== Information given

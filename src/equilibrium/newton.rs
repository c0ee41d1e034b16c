//! The iteration at given activity coefficients: Newton on the logarithms of the
//! balances, with Newton on the convex function behind it.
//!
//! The answer is the minimum of the convex function `Σ c − Σ total·u`, so that a step
//! can always be judged by the slope along it, and the convex step always descends.

use std::sync::atomic::{AtomicBool, Ordering};

use super::direction::{convex_step, log_step};
use super::feasible::forced_absent;
use super::search::Search;
use super::system::Failure;

/// Rows closed to this, scaled by the sum of their terms, are closed.
pub(super) const CLOSED: f64 = 1e-12;
/// Where rounding lets a row not close further, this is still good enough.
const NEARLY_CLOSED: f64 = 1e-10;
/// Below this the logarithmic step needs no judging if it makes the rows close.
const NEAR: f64 = 1e-2;
/// No step is longer than this in any ln activity: from far above, the slope alone would
/// let one fall without end.
const LONGEST: f64 = 100.0;
const HYBRID_STEPS: u32 = 100;
const CONVEX_STEPS: u32 = 500;
/// How often a convex step is doubled while it still goes straight down.
const STRETCHES: u32 = 12;

impl Search<'_> {
    /// Closes every row to `tolerance`, from the present point.
    pub fn converge(&mut self, tolerance: f64, cancel: &AtomicBool) -> Result<(), Failure> {
        loop {
            match self.attempt(tolerance, false, cancel) {
                Err(Failure::NotConverged { .. }) => {}
                other => return other,
            }
            let absent = forced_absent(&self.frame, cancel)?;
            if absent.is_empty() {
                break;
            }
            self.exclude(&absent)?;
        }
        self.attempt(tolerance, true, cancel)
    }

    fn attempt(
        &mut self,
        tolerance: f64,
        convex_only: bool,
        cancel: &AtomicBool,
    ) -> Result<(), Failure> {
        let most = if convex_only { CONVEX_STEPS } else { HYBRID_STEPS };
        for _ in 0..most {
            if cancel.load(Ordering::Relaxed) {
                return Err(Failure::Cancelled);
            }
            let residual = self.point.residual();
            if residual <= tolerance {
                return Ok(());
            }
            if self.outgrown() {
                self.rebase()?;
            }
            self.iterations += 1;
            let moved = (!convex_only && self.log_move(residual)) || self.convex_move();
            if !moved {
                break;
            }
        }
        let residual = self.point.residual();
        if residual <= tolerance.max(NEARLY_CLOSED) {
            return Ok(());
        }
        Err(Failure::NotConverged { residual, iterations: self.iterations })
    }

    /// One more logarithmic step, undamped, kept if it does not open the rows.
    pub fn polish(&mut self) {
        self.step.resize(self.point.u.len(), 0.0);
        if log_step(&self.at, &self.point, &mut self.step) {
            self.try_step(1.0);
            if self.trial.residual() <= self.point.residual().max(CLOSED) {
                std::mem::swap(&mut self.point, &mut self.trial);
            }
        }
    }

    /// The logarithmic step, if it descends; false when it was not taken.
    fn log_move(&mut self, residual: f64) -> bool {
        const BACKTRACKS: u32 = 4;
        self.step.resize(self.point.u.len(), 0.0);
        if !log_step(&self.at, &self.point, &mut self.step) {
            return false;
        }
        let longest = self.step.iter().fold(0.0f64, |most, s| most.max(s.abs()));
        if longest > LONGEST {
            self.step.iter_mut().for_each(|s| *s *= LONGEST / longest);
        }
        if residual < NEAR {
            self.try_step(1.0);
            if self.trial.residual() < 0.5 * residual {
                std::mem::swap(&mut self.point, &mut self.trial);
                return true;
            }
        }
        self.descend(BACKTRACKS)
    }

    fn convex_move(&mut self) -> bool {
        const BACKTRACKS: u32 = 60;
        self.step.resize(self.point.u.len(), 0.0);
        convex_step(&self.at, &self.point, LONGEST, &mut self.step);
        if !self.descend(BACKTRACKS) {
            return false;
        }
        self.stretch();
        true
    }

    /// From far above, a convex step goes down by one unit of `u` at a time: goes twice
    /// as far again for as long as the slope has hardly eased.
    fn stretch(&mut self) {
        for _ in 0..STRETCHES {
            let slope = self.point.slope(&self.step);
            let here = self.slope_at(1.0);
            if slope >= 0.0 || here >= 0.0 || here.is_nan() {
                return;
            }
            std::mem::swap(&mut self.point, &mut self.trial);
            self.step.iter_mut().for_each(|s| *s *= 2.0);
        }
    }

    fn try_step(&mut self, t: f64) {
        self.trial.u.clear();
        let moved = self.point.u.iter().zip(&self.step).map(|(u, s)| u + t * s);
        self.trial.u.extend(moved);
        self.trial.evaluate(&self.at, &self.shifts);
    }

    /// Goes along the step to where the slope is at most half of what it was.
    fn descend(&mut self, backtracks: u32) -> bool {
        let slope = self.point.slope(&self.step);
        if slope >= 0.0 || slope.is_nan() {
            return false;
        }
        let mut t = 1.0;
        for _ in 0..=backtracks {
            let here = self.slope_at(t);
            if here <= -0.5 * slope {
                std::mem::swap(&mut self.point, &mut self.trial);
                return true;
            }
            // The slope rises along the step: where it would be level on a straight line.
            let level = slope / (slope - here);
            t *= if level.is_finite() { level.clamp(0.1, 0.5) } else { 0.1 };
        }
        false
    }

    /// The slope along the step at `t`, in the scale of the present point.
    fn slope_at(&mut self, t: f64) -> f64 {
        self.try_step(t);
        let slope = self.trial.slope(&self.step);
        let scale = self.trial.ln_scale - self.point.ln_scale;
        if scale == 0.0 { slope } else { slope * scale.exp() }
    }
}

====

Exercise objective —
Print, without alteration, only the lines above between the one holding "let here = self.slope_at(t);" and the one holding "t *= if level.is_finite()", inclusive.

Solution for this task —
            let here = self.slope_at(t);
            if here <= -0.5 * slope {
                std::mem::swap(&mut self.point, &mut self.trial);
                return true;
            }
            // The slope rises along the step: where it would be level on a straight line.
            let level = slope / (slope - here);
            t *= if level.is_finite() { level.clamp(0.1, 0.5) } else { 0.1 };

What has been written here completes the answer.